管线中第 2 步（PreToolUse）和第 5 步（PostToolUse）的 Hooks 不是简单的"自定义逻辑"——它们有四种精确的能力：

**PreToolUse Hooks 四种能力**：
1. **修改输入**：在工具执行前调整参数
2. **提供额外上下文**：注入 attachment message
3. **阻断执行**：返回 block 信号，工具直接不执行
4. **影响权限决策**：通过 `resolveHookPermissionDecision()` 向权限系统提供 allow/block/ask 建议——但注意，hook 的 allow **不等于无条件放行**，权限系统仍会执行后续的 `checkRuleBasedPermissions()`（源码 `toolHooks.ts:373`）

**PostToolUse Hooks 四种能力**：
1. **追加消息**：返回 `AttachmentMessage`，注入额外信息到下一轮上下文
2. **修改结果**：改写工具输出（特别是 MCP 工具的 `updatedMCPToolOutput`）
3. **阻断继续推进**：返回 `hook_stopped_continuation` 控制信号——心跳循环看到这个信号后停止继续，即使模型还想调用更多工具
4. **失败路径治理**：`PostToolUseFailure` hooks 让工具执行失败也能被 hooks 捕获和处理，而不是直接抛异常

> **🔑 关键设计**：Hooks **不短路权限系统**。
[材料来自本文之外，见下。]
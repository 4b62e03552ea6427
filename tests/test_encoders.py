"""Encoder specs, preprocessing, layer taps and extraction, checked against torchvision itself."""

from __future__ import annotations

import hashlib
import json
import os
import sys
import textwrap

import numpy as np
import pytest
import torch
import torchvision
from PIL import Image
from torchvision import transforms as T

from invariance import encoders
from invariance.data import PairSet, load_rgb
from invariance.options import ExtractionOptions
from invariance.encoders import Preprocess, extract_features, load_encoder, save_checkpoint
from invariance.errors import InvalidParameter, InvarianceError

SIZE = 32


pytestmark = pytest.mark.usefixtures("one_torch_thread")


def _write_pairs(root, n=5, size=(40, 48), seed=0):
    rng = np.random.default_rng(seed)
    clean, cluttered = [], []
    for view, paths in (("clean", clean), ("cluttered", cluttered)):
        (root / view).mkdir(parents=True, exist_ok=True)
        for i in range(n):
            path = root / view / f"scene_{i}.png"
            Image.fromarray(rng.integers(0, 256, (*size, 3), dtype=np.uint8)).save(path)
            paths.append(path)
    return PairSet.from_paths(clean, cluttered)


@pytest.fixture
def pairs(tmp_path):
    return _write_pairs(tmp_path / "data")


@pytest.fixture(scope="module")
def resnet18():
    return load_encoder("torchvision:resnet18", device="cpu", image_size=SIZE)


USER_MODULE = '''
import torch
from torch import nn
from torchvision.models import VisionTransformer


def tiny_vit():
    model = VisionTransformer(image_size=32, patch_size=8, num_layers=2, num_heads=2, hidden_dim=32, mlp_dim=64)
    model.heads = nn.Identity()
    model.invariance_preprocess = {"image_size": 32, "mean": [0.5, 0.5, 0.5], "std": [0.25, 0.25, 0.25]}
    return model


class Conv(nn.Module):
    def __init__(self, kernel=3):
        super().__init__()
        self.conv = nn.Conv2d(3, 6, kernel)

    def forward(self, x):
        return self.conv(x)


def conv_net():
    model = Conv()
    model.invariance_preprocess = {"image_size": 32}
    return model


def big_kernel():
    model = Conv(kernel=48)
    model.invariance_preprocess = {"image_size": 32}
    return model


class NaNNet(nn.Module):
    def forward(self, x):
        out = x.mean(dim=(2, 3))
        out[1] = float("nan")
        return out


def nan_net():
    model = NaNNet()
    model.invariance_preprocess = {"image_size": 32}
    return model


class TupleNet(nn.Module):
    def forward(self, x):
        return (x.mean(dim=(2, 3)),)


def tuple_net():
    model = TupleNet()
    model.invariance_preprocess = {"image_size": 32}
    return model


def broken():
    raise ValueError("no weights here")


def not_a_module():
    return 42
'''


@pytest.fixture
def user_file(tmp_path):
    path = tmp_path / "user_encoders.py"
    path.write_text(textwrap.dedent(USER_MODULE))
    return path


def _reference_tensors(pairs, view, size=SIZE, mean=encoders.IMAGENET_MEAN, std=encoders.IMAGENET_STD):
    # torchvision's classic classification pipeline (Resize, CenterCrop, ToTensor, Normalize).
    tf = T.Compose([T.Resize(size), T.CenterCrop(size), T.ToTensor(), T.Normalize(mean, std)])
    return torch.stack([tf(load_rgb(p)) for p in getattr(pairs, view)])


def _resnet_pooled(model, x):
    # Reference: torchvision ResNet._forward_impl up to torch.flatten(self.avgpool(x), 1).
    x = model.maxpool(model.relu(model.bn1(model.conv1(x))))
    x = model.layer4(model.layer3(model.layer2(model.layer1(x))))
    return torch.flatten(model.avgpool(x), 1)


# --------------------------------------------------------------------------- preprocess


def test_preprocess_from_weights_equals_torchvision_transforms():
    # Reference: torchvision's ResNet18_Weights.IMAGENET1K_V1.transforms() (ImageClassification).
    weights = torchvision.models.ResNet18_Weights.IMAGENET1K_V1
    img = Image.fromarray(np.random.default_rng(1).integers(0, 256, (300, 260, 3), dtype=np.uint8))
    ours = Preprocess.from_weights(weights)
    assert (ours.resize, ours.crop) == (256, 224)
    torch.testing.assert_close(ours(img), weights.transforms()(img), atol=1e-5, rtol=0)


def test_preprocess_rejects_bad_values():
    with pytest.raises(InvarianceError, match="crop 64 px is larger than resize 32"):
        Preprocess(resize=32, crop=64)
    with pytest.raises(InvarianceError, match="std must be positive"):
        Preprocess(resize=32, crop=32, std=(0.2, 0.0, 0.2))
    with pytest.raises(InvarianceError, match="3 numbers"):
        Preprocess(resize=32, crop=32, mean=(0.5, 0.5))


def test_image_size_sets_resize_and_crop(resnet18):
    assert resnet18.preprocess.describe()["resize"] == SIZE
    assert resnet18.preprocess.describe()["crop"] == SIZE
    default = load_encoder("torchvision:mobilenet_v3_small", device="cpu")
    # ImageNet defaults, common practice: resize 256, crop 224.
    assert (default.preprocess.resize, default.preprocess.crop) == (256, 224)


# --------------------------------------------------------------------------- torchvision


def test_resnet18_pooled_features_equal_manual_forward(pairs, resnet18):
    with torch.random.fork_rng():
        torch.manual_seed(0)
        reference = torchvision.models.resnet18().eval()
    state_before = torch.random.get_rng_state()
    load_encoder("torchvision:resnet18", device="cpu", image_size=SIZE)
    feats = extract_features(pairs, resnet18, progress=False)["output"]
    assert torch.equal(state_before, torch.random.get_rng_state())  # caller's RNG untouched
    with torch.inference_mode():
        for view, got in zip(("clean", "cluttered"), feats):
            expected = _resnet_pooled(reference, _reference_tensors(pairs, view)).numpy()
            assert got.dtype == np.float32 and got.shape == (len(pairs), 512)
            np.testing.assert_allclose(got, expected, rtol=1e-4, atol=1e-5)


def test_mobilenet_v3_small_pooled_features_equal_manual_forward(pairs):
    enc = load_encoder("torchvision:mobilenet_v3_small", device="cpu", image_size=SIZE)
    assert isinstance(enc.module.classifier, torch.nn.Identity)
    model = enc.module
    got = extract_features(pairs, enc, progress=False)["output"]
    with torch.inference_mode():
        # Reference: torchvision MobileNetV3._forward_impl up to torch.flatten(self.avgpool(x), 1).
        expected = torch.flatten(model.avgpool(model.features(_reference_tensors(pairs, "clean"))), 1)
    assert got[0].shape == (len(pairs), 576)
    np.testing.assert_allclose(got[0], expected.numpy(), rtol=1e-4, atol=1e-5)


def test_random_init_is_reproducible_and_layer_taps_match_manual(pairs, resnet18):
    again = load_encoder("torchvision:resnet18", device="cpu", image_size=SIZE)
    for a, b in zip(resnet18.module.state_dict().values(), again.module.state_dict().values()):
        assert torch.equal(a, b)
    feats = extract_features(pairs, resnet18, ["layer1", "output", "layer3.1"], progress=False)
    assert list(feats) == ["layer1", "output", "layer3.1"]
    model = resnet18.module
    with torch.inference_mode():
        x = _reference_tensors(pairs, "cluttered")
        stem = model.maxpool(model.relu(model.bn1(model.conv1(x))))
        layer1 = model.layer1(stem)
        layer3 = model.layer3(model.layer2(layer1))
        # Spatial maps are globally average-pooled (as torchvision's avgpool does).
        np.testing.assert_allclose(feats["layer1"][1], layer1.mean(dim=(2, 3)).numpy(), rtol=1e-4, atol=1e-5)
        np.testing.assert_allclose(feats["layer3.1"][1], layer3.mean(dim=(2, 3)).numpy(), rtol=1e-4, atol=1e-5)
        np.testing.assert_allclose(feats["output"][1], _resnet_pooled(model, x).numpy(), rtol=1e-4, atol=1e-5)


def test_rows_follow_pair_order_and_batching(pairs, resnet18):
    full = extract_features(pairs, resnet18, progress=False, options=ExtractionOptions(batch_size=4))["output"]
    order = [3, 0, 4]
    part = extract_features(pairs.subset(order), resnet18, progress=False, options=ExtractionOptions(batch_size=2))["output"]
    np.testing.assert_allclose(part[0], full[0][order], rtol=1e-4, atol=1e-5)
    np.testing.assert_allclose(part[1], full[1][order], rtol=1e-4, atol=1e-5)
    assert not np.allclose(full[0], full[1])  # clean and cluttered rows are not mixed up


def test_worker_processes_give_the_same_features(pairs, resnet18):
    main = extract_features(pairs, resnet18, progress=False, num_workers=0, options=ExtractionOptions(batch_size=4))["output"]
    workers = extract_features(pairs, resnet18, progress=False, num_workers=1, options=ExtractionOptions(batch_size=4))["output"]
    np.testing.assert_allclose(main[0], workers[0], rtol=1e-5, atol=1e-6)
    np.testing.assert_allclose(main[1], workers[1], rtol=1e-5, atol=1e-6)


def test_progress_goes_to_stderr_only_when_asked(pairs, resnet18, capsys):
    extract_features(pairs.subset([0]), resnet18, progress=True)
    shown = capsys.readouterr()
    assert "features torchvision:resnet18" in shown.err and shown.out == ""
    extract_features(pairs.subset([0]), resnet18, progress=False)
    quiet = capsys.readouterr()
    assert quiet.err == "" and quiet.out == ""


def test_unknown_layer_lists_nearest_names(pairs, resnet18):
    with pytest.raises(InvarianceError, match="no layer 'layer5'.*layer4"):
        extract_features(pairs, resnet18, ["layer5"], progress=False)


def test_available_layers_lists_graph_nodes_and_blocks(resnet18):
    from torchvision.models.feature_extraction import get_graph_node_names

    names = encoders.available_layers(resnet18)
    assert names[0] == "output"
    assert {"layer1", "layer4", "layer4.1"} <= set(names)
    assert set(get_graph_node_names(resnet18.module)[1]) <= set(names)


@pytest.mark.slow  # builds vit_b_16 (86M parameters) twice
def test_vit_b_16_builds_and_lists_encoder_blocks():
    enc = load_encoder("torchvision:vit_b_16", device="cpu")
    names = encoders.available_layers(enc)
    assert "encoder.layers.encoder_layer_11" in names and "encoder.ln" in names
    assert isinstance(enc.module.heads, torch.nn.Identity)
    with pytest.raises(InvarianceError, match="exactly 224 px.*image_size=224"):
        load_encoder("torchvision:vit_b_16", device="cpu", image_size=64)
即使 PreToolUse hook 返回 `allow`，权限检查仍会继续执行。这是一个刻意的安全设计——hooks 提供的是"建议"而非"裁决"。

---

## 7. MCP 工具：外交使节带来的新能力

MCP（Model Context Protocol）服务器可以注册新工具。这些工具以 `mcp__服务器名__工具名` 的格式出现在工具列表中。

从系统的视角看，MCP 工具和内置工具走**完全相同的管线**——输入验证、权限检查、执行、结果序列化。唯一的区别是执行阶段：内置工具在本地进程内执行，MCP 工具通过 JSON-RPC 发送到外部服务器执行。"本地和远程工具共享统一接口"是分布式系统的标准做法（如 gRPC 的 location transparency），但在 AI Agent 领域这还是较新的实践——MCP 本身是 Anthropic 主导的开放标准，Claude Code 作为第一方产品天然深度集成并不意外。更值得关注的是 MCP 的**开放生态意义**——它定义了一个厂商中立的工具接口协议，使得第三方开发者可以编写一次工具服务器、接入任何支持 MCP 的 AI 客户端，而不是被绑定到某一个产品的私有扩展 API 上。

> **🔑 OS 类比：** MCP 工具就像**外卖服务**——你在 App 上下单（接口一样），但食物是在远处的餐厅制作的，做好后送到你手上。界面相同，执行地点不同。

**安全含义**：MCP 工具的权限默认比内置工具严格——因为外部服务器不在本地控制范围内。企业管理员可以通过 `allowedDomains`（域名白名单）和 `strictPluginOnlyCustomization`（严格插件限制）来控制哪些 MCP 服务器可以连接。

---

## 8. 延迟加载工具（Deferred Tools）

不是所有工具的 schema 都需要在启动时加载。`isDeferred` 标记的工具只在 AI 需要时才获取完整 schema。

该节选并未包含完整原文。